Correlation Between Hyundai Industrial and Sangsin Energy
Can any of the company-specific risk be diversified away by investing in both Hyundai Industrial and Sangsin Energy at the same time? Although using a correlation coefficient on its own may not help to predict future stock returns, this module helps to understand the diversifiable risk of combining Hyundai Industrial and Sangsin Energy into the same portfolio, which is an essential part of the fundamental portfolio management process.
By analyzing existing cross correlation between Hyundai Industrial Co and Sangsin Energy Display, you can compare the effects of market volatilities on Hyundai Industrial and Sangsin Energy and check how they will diversify away market risk if combined in the same portfolio for a given time horizon. You can also utilize pair trading strategies of matching a long position in Hyundai Industrial with a short position of Sangsin Energy. Check out your portfolio center. Please also check ongoing floating volatility patterns of Hyundai Industrial and Sangsin Energy.

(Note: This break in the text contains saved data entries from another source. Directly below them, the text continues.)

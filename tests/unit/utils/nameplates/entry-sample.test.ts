import { describe, expect, it } from 'vitest'
import { draftFromSample } from '../../../../utils/nameplates/entry-sample'
import { judgeEntry } from '../../../../utils/nameplates/entry-table'
import { readEntryFile } from '../../../../shared/settings/entry-table/read-entry'
import { liftLines } from '../../../support/entry-table'

const lines = (...text: string[]) => text.join('\r\n')
const fieldsOf = (text: string, axisKind: 'linear' | 'rotary' = 'linear') => draftFromSample(text, axisKind)?.parameters.map(({ number, field, unit }) => [number, field, unit])

const foreign = lines(
  'Drive 7 backup', 'No;Parameter;Value;Unit',
  '1;Serial number;KT20-26-0003;', '2;Firmware;2.0;', '10;Soft limit min;0,0;mm', '11;Soft limit max;148,50;mm', '12;Speed limit;0,400;m/s', '13;Thrust limit;55,0;%', '77;Fan level;3;',
  'Step;Name;Mode;Pos;Vel;Acc', '0;Back;absolute;4,00;250;2500', '1;Push;absolute;138,00;180;1800',
)

describe('a table from a sample', () => {
  it('sees how the list is cut, its lines above, its columns and its decimal sign', () => {
    expect(draftFromSample(foreign, 'linear')).toMatchObject({ delimiter: ';', decimal: 'comma', header: 'Drive 7 backup\nNo;Parameter;Value;Unit', columns: { number: '1', name: '2', value: '3', unit: '4' } })
    const other = draftFromSample(lines('Par,Value,Unit,Text', 'P1,5.5,mm,Soft limit min'), 'linear')
    expect(other).toMatchObject({ delimiter: ',', decimal: 'point', header: 'Par,Value,Unit,Text', columns: { number: '1', name: '4', value: '2', unit: '3' } })
  })

  it('guesses fields from names, takes units that fit, and keeps the rest as the drive’s own', () => {
    expect(fieldsOf(foreign)).toEqual([
      ['1', 'unit:serial', ''], ['2', 'unit:firmware', ''], ['10', 'softLimitMin', 'mm'], ['11', 'softLimitMax', 'mm'], ['12', 'speedLimit', 'm/s'], ['13', 'thrustLimit', '%'], ['77', 'extra:77', ''],
    ])
    expect(fieldsOf(lines('No;Name;Value;Unit', '1;Speed limit;5;kg', '2;Jog speed;5;rpm', '3;Jog speed;6;rpm'), 'rotary')).toEqual([['1', 'extra:1', ''], ['2', 'jogSpeed', 'rpm'], ['3', 'extra:3', '']])
  })

  it('finds the tables below by their headings', () => {
    const draft = draftFromSample(liftLines.join('\n'), 'linear')
    expect(draft?.zones.map(({ name, field }) => [name, field])).toEqual([['Output', 'zone'], ['On from', 'from'], ['On to', 'to']])
    expect(draft?.moves.map(({ name, field }) => [name, field])).toEqual([
      ['Step', 'move'], ['Name', 'label'], ['Mode', 'kind'], ['Pos', 'target'], ['Vel', 'speed'], ['Acc', 'acceleration'], ['Force', 'forceLimit'], ['Slow at', 'approach'], ['Then', 'next'],
    ])
  })

  it('can be used as it is, and reads its own sample', () => {
    const { table, findings } = judgeEntry(draftFromSample(foreign, 'linear')!, 'linear')
    expect(findings).toEqual([])
    const read = readEntryFile(new TextEncoder().encode(foreign), { model: 'KT20', axisKind: 'linear', ...table && { entryTable: table } }, { exportedAt: '2026-11-30T08:15:00+01:00' })
    expect(read.ok ? read.value.file : read.errors).toMatchObject({
      unit: { serial: 'KT20-26-0003', firmware: '2.0' }, setup: { softLimitMin: 0, softLimitMax: 148.5, speedLimit: 400, thrustLimit: 55 }, extra: { 77: 3 },
      moves: [{ move: 0, label: 'Back', target: 4, speed: 250 }, { move: 1, target: 138, acceleration: 1800 }],
    })
  })

  it('is none of a text without cells', () => expect(draftFromSample('nothing\nto see', 'linear')).toBeUndefined())
})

Diversification Opportunities for Hyundai Industrial and Sangsin Energy
0.54 | Correlation Coefficient |
Very weak diversification
The 3 months correlation between Hyundai and Sangsin is 0.54. Overlapping area represents the amount of risk that can be diversified away by holding Hyundai Industrial Co and Sangsin Energy Display in the same portfolio, assuming nothing else is changed. The correlation between historical prices or returns on Sangsin Energy Display and Hyundai Industrial is a relative statistical measure of the degree to which these equity instruments tend to move together. The correlation coefficient measures the extent to which returns on Hyundai Industrial Co are associated (or correlated) with Sangsin Energy. Values of the correlation coefficient range from -1 to +1, where. The correlation of zero (0) is possible when the price movement of Sangsin Energy Display has no effect on the direction of Hyundai Industrial i.e., Hyundai Industrial and Sangsin Energy go up and down completely randomly.

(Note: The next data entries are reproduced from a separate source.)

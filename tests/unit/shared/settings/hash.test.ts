import { createHash } from 'node:crypto'
import fc from 'fast-check'
import { describe, expect, it } from 'vitest'
import { canonicalText } from '../../../../shared/settings/canonical'
import { contentOf, emptyContent } from '../../../../shared/settings/content'
import { exampleFiles, pressExample, turntableExample } from '../../../../shared/settings/examples'
import { copyHashOfText, hashContent, hashesOf, sha256Hex } from '../../../../shared/settings/hash'
import { scribeCode } from '../../../../shared/settings/scribe'
import { arbitraryContent } from '../../../support/arbitrary-content'

const sha256 = (bytes: Uint8Array) => new Uint8Array(createHash('sha256').update(bytes).digest())
const hexOf = (text: string) => createHash('sha256').update(text, 'utf8').digest('hex')

describe('the hash function that is handed in', () => {
  // RFC 6234, section 8.5: TEST1, TEST2_1, TEST4; the empty text is the empty root of RFC 9162, 2.1.1.
  it.each([
    ['', 'e3b0c44298fc1c149afbf4c8996fb92427ae41e4649b934ca495991b7852b855'],
    ['abc', 'ba7816bf8f01cfea414140de5dae2223b00361a396177a9cb410ff61f20015ad'],
    ['abcdbcdecdefdefgefghfghighijhijkijkljklmklmnlmnomnopnopq', '248d6a61d20638b8e5c026930c3e6039a33ce45964ff2167f6ecedd419db06c1'],
    ['01234567'.repeat(80), '594847328451bdfa85056225462cc1d867d877fb388df0ce35f25ab5562bfbb5'],
  ])('of %j is written in lower-case hex', (text, hash) => expect(sha256Hex(new TextEncoder().encode(text), sha256)).toBe(hash))

  it('is given UTF-8', () => {
    const content = { ...emptyContent('linear'), extra: { Größe: '² 😀' } }
    expect(hashesOf(content, sha256).contentHash).toBe(hexOf(canonicalText(content)))
  })

  it('has its bytes written in two digits each', () => {
    expect(sha256Hex(new Uint8Array(), () => Uint8Array.from([0, 1, 15, 16, 255]))).toBe('00010f10ff')
  })
})

describe('the hashes of a content', () => {
  it('are those of the format for the empty linear content', () => {
    const content = emptyContent('linear')
    expect(canonicalText(content)).toBe('{"axisKind":"linear","extra":{},"moves":[],"setup":{},"zones":[]}')
    const hash = 'c4e62043335fbe676734ef78d0edd99b10c05e7591df9684f5954e438bcaf72f'
    expect(hashesOf(content, sha256)).toEqual({ contentHash: hash, copyHash: hash, scribeCode: 'RKK20-GSKBY' })
  })

  it('are plain: anyone can recompute them from the canonical text', () => {
    fc.assert(fc.property(arbitraryContent(), (content) => {
      const { homeOffset: _offset, ...setup } = content.setup
      const { text, hashes } = hashContent(content, sha256)
      expect(text).toBe(canonicalText(content))
      expect(hashes.contentHash).toBe(hexOf(text))
      expect(hashes.copyHash).toBe(hexOf(canonicalText({ ...content, setup })))
      expect(hashes.scribeCode).toBe(scribeCode(hashes.copyHash))
    }), { numRuns: 100 })
  })

  it('tell a home offset apart in contentHash and not in copyHash', () => {
    for (const file of [pressExample, turntableExample]) {
      const content = contentOf(file)
      const other = { ...content, setup: { ...content.setup, homeOffset: 0.125 } }
      const [one, two] = [hashesOf(content, sha256), hashesOf(other, sha256)]
      expect(two.contentHash).not.toBe(one.contentHash)
      expect(two.copyHash).toBe(one.copyHash)
      expect(two.scribeCode).toBe(one.scribeCode)
    }
  })

  it('differ for every single change of a setup value', () => {
    const content = contentOf(pressExample)
    const { homeOffset: _offset, ...others } = content.setup
    const changed = Object.keys(others).map((name) => {
      const { [name as keyof typeof others]: _left, ...setup } = content.setup
      return hashesOf({ ...content, setup }, sha256).scribeCode
    })
    expect(new Set([...changed, hashesOf(content, sha256).scribeCode]).size).toBe(changed.length + 1)
  })

  it('do not hang on the file around the content', () => {
    for (const file of exampleFiles) {
      expect(hashesOf(contentOf({ ...file, note: 'another', readings: {} }), sha256)).toEqual(hashesOf(contentOf(file), sha256))
    }
  })
})

describe('the copy hash of a canonical text', () => {
  it('law: is that of its content, wherever homeOffset stands', () => {
    fc.assert(fc.property(arbitraryContent(), (content) => {
      expect(copyHashOfText(canonicalText(content), sha256)).toBe(hashesOf(content, sha256).copyHash)
    }), { numRuns: 300 })
  })

  it.each([
    ['alone', { homeOffset: 3.5 }], ['first', { homeOffset: -1e-6, jerk: 2 }], ['last', { brakeFitted: true, homeOffset: 0 }], ['between', { brakeFitted: true, homeOffset: 12, thrustLimit: 40 }], ['nowhere', { thrustLimit: 40 }],
  ])('leaves homeOffset out, %s', (_, setup) => {
    const content = { ...emptyContent('linear'), setup, extra: { 'homeOffset': 7, '},"zones":[': 1, ',"setup":{': '{"homeOffset":1,' } }
    expect(copyHashOfText(canonicalText(content), sha256)).toBe(hashesOf(content, sha256).copyHash)
  })

  it('is none where there is no setup', () => {
    for (const text of ['', '{}', '{"setup":{}', 'a shopping list', '},"zones":[,"setup":{']) expect(copyHashOfText(text, sha256)).toBeUndefined()
  })
})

Pair Corralation between Hyundai Industrial and Sangsin Energy
Assuming the 90 days trading horizon Hyundai Industrial Co is expected to generate 0.39 times more return on investment than Sangsin Energy. However, Hyundai Industrial Co is 2.54 times less risky than Sangsin Energy. It trades about 0.17 of its potential returns per unit of risk. Sangsin Energy Display is currently generating about 0.0 per unit of risk. If you would invest 491,500 in Hyundai Industrial Co on October 30, 2024 and sell it today you would earn a total of 17,500 from holding Hyundai Industrial Co or generate 3.56% return on investment over 90 days.
Time Period | 3 Months [change] |
Direction | Moves Together |
Strength | Weak |
Accuracy | 100.0% |
Values | Daily Returns |
Hyundai Industrial Co vs. Sangsin Energy Display
Performance |
Timeline |
Hyundai Industrial |
Sangsin Energy Display |
Hyundai Industrial and Sangsin Energy Volatility Contrast
Predicted Return Density |
Returns |
Pair Trading with Hyundai Industrial and Sangsin Energy
The main advantage of trading using opposite Hyundai Industrial and Sangsin Energy positions is that it hedges away some unsystematic risk. Because of two separate transactions, even if Hyundai Industrial position performs unexpectedly, Sangsin Energy can make up some of the losses. Pair trading also minimizes risk from directional movements in the market. For example, if an entire industry or sector drops because of unexpected headlines, the short position in Sangsin Energy will offset losses from the drop in Sangsin Energy's long position.Hyundai Industrial vs. Samsung Electronics Co | Hyundai Industrial vs. Samsung Electronics Co | Hyundai Industrial vs. KB Financial Group | Hyundai Industrial vs. Shinhan Financial Group |
Sangsin Energy vs. Samsung Electronics Co | Sangsin Energy vs. Samsung Electronics Co | Sangsin Energy vs. KB Financial Group | Sangsin Energy vs. Shinhan Financial Group |
Check out your portfolio center.Note that this page's information should be used as a complementary analysis to find the right mix of equity instruments to add to your existing portfolios or create a brand new portfolio. You can also try the Bonds Directory module to find actively traded corporate debentures issued by US companies.